Every possible toy vehicle or tin soldier that you could imagine was there. Battleships. Fleets of bombers with swept-back wings and sleek fighters to escort or intercept them. Spy planes, radar installations, scout bikes and mobile artillery platforms. A breed of tank for every situation. Short range missile launchers. Long range missile launchers. Fixed artillery positions that could hurl shells for miles. Nukes. Anti-nukes. And the baby pee-wee with its laser pop gun.
It was rightly lauded for its complexity. Not only were you asked to manage straight fights, but you’d have to look after a hefty recycling program (retrieving the steel carcasses of dead tanks and rebuilding them), a navy, an air-fleet and an information war.
Most of all though, it was lauded for its almost extreme sensation. No game made you feel as much a part of a real war as TA. It was functional, almost austere. No hero units, no link to the fantastic. Just cold metal and hot artillery. Total future war. The good news is that all of the good of TA is present and correct here. TA is SupCom ’s jumping-off point. It only gets better from there.

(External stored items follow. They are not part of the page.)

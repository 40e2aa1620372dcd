"""Redundant constraints: which joints depend on one another, and what can go; checked by taking it away."""

from __future__ import annotations

from dataclasses import replace

import pytest

from dxfcheck.analysis import analyse
from dxfcheck.analysis.faults import dependence
from dxfcheck.analysis.faults.dependence import dependent_joints
from dxfcheck.analysis.freedom.constraints import bodies_of, constraint_matrix
from dxfcheck.analysis.freedom.freedom import freedom_of_linkage, part_of
from dxfcheck.analysis.results import DependentJoints
from dxfcheck.analysis.topology import topology_of
from dxfcheck.linkage import Joint, Linkage
from tests.analysis.random_models import random_model, stacked_floors
from tests.model import Other, linkage

PARALLELOGRAM = {"A": 0j, "B": 30 + 60j, "C": 130 + 60j, "D": 100 + 0j, "E": 80 + 60j, "F": 50 + 0j}
THREE_CRANKS = {"A": "ground a", "B": "a b", "C": "b c", "D": "ground c", "E": "b d", "F": "ground d"}


def found(model: Linkage) -> tuple[DependentJoints, ...]:
    return dependent_joints(model, topology_of(model), bodies_of(model))


def freedom(model: Linkage) -> int:
    return len(freedom_of_linkage(model).motions)


def redundant(model: Linkage) -> int:
    """Constraints less rank."""
    matrix = constraint_matrix(model, topology_of(model), bodies_of(model))
    columns = matrix.shape[1]
    return len(matrix) - int(columns) + freedom(model)


def without_link(model: Linkage, link: int) -> Linkage:
    """The rest, where the links of a pin that lost its first one hang on the next."""
    joints = []
    heirs: dict[int, int] = {}
    for joint in model.joints:
        if joint.pin is not None and joint.kind == "pin" and joint.first == link:
            heir = heirs.setdefault(joint.pin, joint.second)
            joints += [replace(joint, first=heir)] if heir != joint.second else []
        elif link not in (joint.first, joint.second):
            joints.append(joint)
    rest = tuple(number for number in range(len(model.links)) if number != link)
    return part_of(replace(model, joints=tuple(joints)), rest)


def test_third_crank_of_a_parallelogram() -> None:
    """All six pins depend on one another; any crank can go, the coupler cannot."""
    model = linkage(PARALLELOGRAM, THREE_CRANKS, turn={"a": 1.0})
    (one,) = analyse(model).dependent_joints
    assert one.joints == tuple(range(6))
    assert one.joints_to_go == ()
    assert [model.links[link].name for link in one.links_to_go] == ["a", "c", "d"]


def test_the_same_typed_to_two_decimals() -> None:
    turned = 0.955336489 + 0.295520207j
    points = {
        name: complex(round((at * turned).real, 2), round((at * turned).imag, 2)) for name, at in PARALLELOGRAM.items()
    }
    assert found(linkage(points, THREE_CRANKS)) == found(linkage(PARALLELOGRAM, THREE_CRANKS))


def test_what_moves_freely_beside_it_is_not_named() -> None:
    """The truss has one bar too many; neither the arm nor its pin has to do with it."""
    points = {"A": 0j, "B": 100 + 0j, "C": 110 + 90j, "D": -5 + 95j, "L": 300 + 0j, "M": 350 + 20j}
    pins = {"A": "ground ac ad", "B": "ground bc bd", "C": "bc ac cd", "D": "ad bd cd", "L": "ground arm"}
    model = linkage(points, pins, tracing={"M": "arm"})
    (one,) = found(model)
    assert {model.joints[joint].pin for joint in one.joints} == {0, 1, 2, 3}
    assert [model.links[link].name for link in one.links_to_go] == ["ac", "ad", "bc", "bd", "cd"]


def test_one_of_two_slides_along_the_same_line_can_go() -> None:
    slides: list[Other] = [("slide", at, "ground", "block", 1 + 0j) for at in (150 + 0j, 200 + 0j)]
    pins = {"O": "ground crank", "B": "crank rod", "P": "rod block"}
    both = found(linkage({"O": 0j, "B": 30 + 40j, "P": 150 + 0j}, pins, others=slides))
    assert [one.joints for one in both] == [(3, 4), (3, 4)]
    assert [one.joints_to_go for one in both] == [(3, 4), (3, 4)]
    assert [one.links_to_go for one in both] == [(), ()]


def test_each_floor_has_its_own() -> None:
    model = stacked_floors(30)
    assert sorted(one.joints for one in found(model)) == [tuple(range(6 * floor, 6 * floor + 6)) for floor in range(30)]
    assert all(len(one.links_to_go) == 3 for one in found(model))


def test_nothing_redundant_nothing_told() -> None:
    assert found(linkage({"A": 0j, "B": 50 + 80j, "C": 100 + 0j}, {"A": "ground a", "B": "a b", "C": "ground b"})) == ()


@pytest.mark.parametrize("coarse", [False, True])
@pytest.mark.parametrize("seed", range(40))
def test_sets_are_minimal_and_what_can_go_adds_no_freedom(seed: int, *, coarse: bool) -> None:
    model = random_model(seed, 12, coarse=coarse)
    whole, told = freedom(model), found(model)
    assert len(told) == redundant(model)
    for one in told:
        assert redundant(only(model, one.joints)) > 0
    named = {joint for one in told for joint in one.joints}
    for joint in named:
        less = replace(model, joints=without(model.joints, joint))
        assert (freedom(less) == whole) == any(joint in one.joints_to_go for one in told)
    links = {end for joint in named for end in (model.joints[joint].first, model.joints[joint].second)} - {0}
    for link in links:
        less = without_link(model, link)
        can_go = freedom(less) == whole and redundant(less) < redundant(model)
        assert can_go == any(link in one.links_to_go for one in told)


def only(model: Linkage, joints: tuple[int, ...]) -> Linkage:
    return replace(model, joints=tuple(model.joints[joint] for joint in joints))


def without(joints: tuple[Joint, ...], left_out: int) -> tuple[Joint, ...]:
    return joints[:left_out] + joints[left_out + 1 :]


@pytest.mark.parametrize("seed", range(40, 80))
def test_traced_through_the_steps_it_is_the_same(seed: int, monkeypatch: pytest.MonkeyPatch) -> None:
    """As many sets, of the same joints in all, and the same that can go."""
    model = random_model(seed, 20)
    small = found(model)
    monkeypatch.setattr(dependence, "DENSE_LINKS", 0)
    large = found(model)
    assert len(large) == len(small)
    for kind in ("joints", "joints_to_go", "links_to_go"):
        assert {each for one in large for each in getattr(one, kind)} == {
            each for one in small for each in getattr(one, kind)
        }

Second: some fiction. Some time in the future, humanity has diverged into three races. The UEF (United Earth Federation) are the most recognizably human - they are the meat-head army with commanders who Emphasize. Every. Word. The Aeon are what happened after humanity met ET: zealots who worship abandoned alien artifacts, wanting to spread their “way” through peaceful conversion if possible, but with nuclear force if needed. The Cybran sit somewhere in between: they’re almost indistinct from the computers that power their forces, wired and ready to fire.